A standard pancreaticoduodenectomy includes the removal of lymph nodes of the anterior and posterior pancreatoduodenal, pyloric, hepatoduodenal ligament, and superior and inferior pancreatic head and body lymph node stations.

An extended pancreaticoduodenectomy in our institution consists of the additional removal of all the lymph nodes from the hepatic hilum, along the aorta from the diaphragmatic hiatus to the inferior mesenteric artery and laterally to both the renal hila, clearance of the circumference of the origin of the celiac trunk and the superior mesenteric artery with total resection of the nerve plexus around the superior mesenteric artery and portal vein. The procedure includes removal of perivascular lymphatics and nerves and retroperitoneal connective tissue.

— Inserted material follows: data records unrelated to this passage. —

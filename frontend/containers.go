package frontend

import (
	"go/constant"
	"go/token"
	"go/types"
	"slices"
	"strconv"

	"golang.org/x/tools/go/ssa"

	"pathtally/pds"
)

// An instance that was put into a slice, an array or a map is named by the
// container and an index. The index is
//
//   - a constant or a register, where the code says which element it is;
//   - the ghost index: one element that stays the same, nobody knows which;
//   - met(L): the loop L over the whole container has come past it;
//   - later(L): the loop L has not come to it yet, and does not in this turn.
//
// Where a loop over the whole container takes an element, the walk forks into
// "this one" and "another one"; where such a loop ends since there is no
// further element, it has come past every one. A loop that is left early may
// not have. An index that is no loop's may be that of the instance: a doubt.

// ghost is the index of an element of which only the existence is known.
func (t *exprs) ghost() Expr { return t.constant("ghost") }

func (t *exprs) met(l *wholeLoop) Expr   { return t.constant("met " + l.id) }
func (t *exprs) later(l *wholeLoop) Expr { return t.constant("later " + l.id) }

// reindex rewrites the indices in e; f is given the container and the index,
// and answers the new index, or 0 to drop the whole name.
func (t *exprs) reindex(e Expr, f func(c, y Expr) Expr) Expr {
	if e == 0 || !t.isSel(e) {
		return e
	}
	n := t.nodes[e]
	x := t.reindex(n.x, f)
	if x == 0 {
		return 0
	}
	y := n.y
	if n.kind == kIndex {
		if y = f(n.x, n.y); y == 0 {
			return 0
		}
	}
	if x == n.x && y == n.y {
		return e
	}
	return t.sel(n.kind, x, n.n, y, n.ref)
}

// indexed tells whether an element is selected anywhere in e.
func (t *exprs) indexed(e Expr) bool {
	for e != 0 && t.isSel(e) {
		if t.nodes[e].kind == kIndex {
			return true
		}
		e = t.nodes[e].x
	}
	return false
}

// ghosted is e with the ghost index for every index: what all elements have in common.
func (t *exprs) ghosted(e Expr) Expr {
	return t.reindex(e, func(_, _ Expr) Expr { return t.ghost() })
}

// hasGhost tells whether e speaks of an element that is not known.
func (t *exprs) hasGhost(e Expr) bool {
	found := false
	t.reindex(e, func(_, y Expr) Expr {
		found = found || y == t.ghost()
		return y
	})
	return found
}

// reindex rewrites the indices of all names.
func (s *nset) reindex(t *exprs, f func(c, y Expr) Expr) {
	old := s.names
	if !slices.ContainsFunc(old, t.indexed) {
		return
	}
	s.names = nil
	for _, e := range old {
		r := t.reindex(e, f)
		if r != e && r != 0 && t.nodes[e].kind == kMaybe {
			r = t.held(t.nodes[r].x) // a doubt about an element that is out of reach now
		}
		s.add(r)
	}
}

// Bounds on inexact names: each is a place from which the instance may be
// fetched again. Past them it is not: a fetch of it then is one of another
// object, whose own start answers for it.
const (
	maxHolders     = 8 // of an instance that moves
	maxStayHolders = 2 // of one that stays where it is (a lock): near ones only
)

// tidy drops what other names cover: what a part of an object may hold, the
// object may hold. Of an instance that stays and to which nothing has happened
// yet, only exact names are worth knowing: met there, it is met for the first time.
func (m *Model) tidy(ns *nset) {
	held := 0
	if ns.phase == born && !m.rule.Moves && !ns.touched {
		ns.filter(func(e Expr) bool { k := m.x.nodes[e].kind; return k != kHeld && k != kMaybe })
		return
	}
	defer func() {
		if held == 0 {
			return
		}
		left := maxHolders
		if !m.rule.Moves {
			left = maxStayHolders
		}
		ns.filter(func(e Expr) bool {
			n := m.x.nodes[e]
			if n.kind != kHeld {
				return true
			}
			if left == 0 || !m.rule.Moves && m.x.depth[n.x] > 2 {
				return false
			}
			left--
			return true
		})
	}()
	for _, e := range ns.names {
		if m.x.nodes[e].kind == kHeld {
			held++
		}
	}
	if held < 2 {
		return
	}
	ns.filter(func(e Expr) bool {
		n := m.x.nodes[e]
		if n.kind != kHeld {
			return true
		}
		for x := n.x; m.x.isSel(x); {
			x = m.x.nodes[x].x
			if ns.has(m.x.held(x)) {
				return false
			}
		}
		return true
	})
}

// A wholeLoop is a loop that takes every element of a container once, unless
// it is left early.
type wholeLoop struct {
	id   string
	idx  Expr        // the index of this turn's element
	reg  ssa.Value   // the register that it is defined with
	over []ssa.Value // the container: what the loop's end looks at
	head *ssa.BasicBlock
	body map[*ssa.BasicBlock]bool
	done *ssa.BasicBlock // where the loop ends for want of elements
	// every: in each turn the element is taken.
	every bool
}

type loopInfo struct {
	loops []*wholeLoop
	takes map[ssa.Instruction]*wholeLoop // where a loop takes the element
	ends  map[*ssa.If]*wholeLoop
}

func (m *Model) loopsOf(fi *fnInfo) *loopInfo {
	if fi.loops == nil {
		fi.loops = &loopInfo{takes: map[ssa.Instruction]*wholeLoop{}, ends: map[*ssa.If]*wholeLoop{}}
		for _, b := range fi.fn.Blocks {
			m.findLoop(fi, b)
		}
	}
	return fi.loops
}
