// touches: the node leads to a rule that was taken out. The node must be closed;
// then the answer is final.
func (s *Solution) touches(n node) bool {
	e := s.e
	if s.touched.known != len(e.nodes) || s.touched.deps != len(e.deps) {
		s.touched.known, s.touched.deps = len(e.nodes), len(e.deps)
		s.touched.nodes = map[node]bool{}
		var work []node
		take := func(n node) {
			if !s.touched.nodes[n] {
				s.touched.nodes[n] = true
				work = append(work, n)
			}
		}
		for _, r := range s.without {
			if n, ok := e.nodeOf[r.Head]; ok {
				take(n)
			}
		}
		for len(work) > 0 {
			n := work[len(work)-1]
			work = work[:len(work)-1]
			for d := e.nodes[n].deps; d >= 0; d = e.deps[d].next {
				take(e.deps[d].to)
			}
			for _, k := range e.spawners[n] {
				take(k)
			}
		}
	}
	return s.touched.nodes[n]
}

func (e *Engine) nodeOfNT(a NT) node {
	i := e.g.nts[a]
	if i.kind == closed || i.kind == cutClosed {
		return e.pairs[i.of].node
	}
	return i.of
}

// borrows: the base's answer for a nonterminal of the node is this one's too.
func (s *Solution) borrows(n node) bool { return s.base != nil && !s.touches(n) }

func (s *Solution) isEndless(n node) bool {
	return s.endless[n] || s.borrows(n) && s.base.isEndless(n)
}

// pump is the pump of an unbounded nonterminal; nil if it has none of its own or
// none was kept.
func (s *Solution) pump(a NT) []pumpStep {
	if p := s.pumps[a]; p != nil || !s.borrows(s.e.nodeOfNT(a)) {
		return p
	}
	return s.base.pump(a)
}

func (s *Solution) cell(a NT) *cell {
	p := int(a) / pageSize
	for p >= len(s.pages) {
		s.pages = append(s.pages, nil)
	}
	if s.pages[p] == nil {
		s.pages[p] = make([]cell, pageSize)
		for i := range s.pages[p] {
			s.pages[p][i].best = -1
		}
	}
	return &s.pages[p][int(a)%pageSize]
}

// GaveUp lists heads whose recursion was too large: solving it took more
// relaxations of productions than the engine's budget has rule steps. What uses
// them is Exhausted.
func (s *Solution) GaveUp() []pds.Head { return s.gaveUp }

An extended distal pancreatectomy, which we usually perform "from the right to the left", consists of removal of the spleen, pancreatic neck, body and tail with the splenic vessels, all the lymph nodes from the hepatic hilum, along the aorta from the diaphragmatic hiatus to the inferior mesenteric artery, clearance of the circumference of the origin of the celiac trunk and the superior mesenteric artery with the resection of the nerve plexus to the left and to the right of the superior mesenteric artery. The procedure includes removal of perivascular lymphatics and nerves and retroperitoneal connective tissue. If malignancy is suspected during frozen section examination of the posterior border of the specimen, a left adrenalectomy with periglandular tissue is performed.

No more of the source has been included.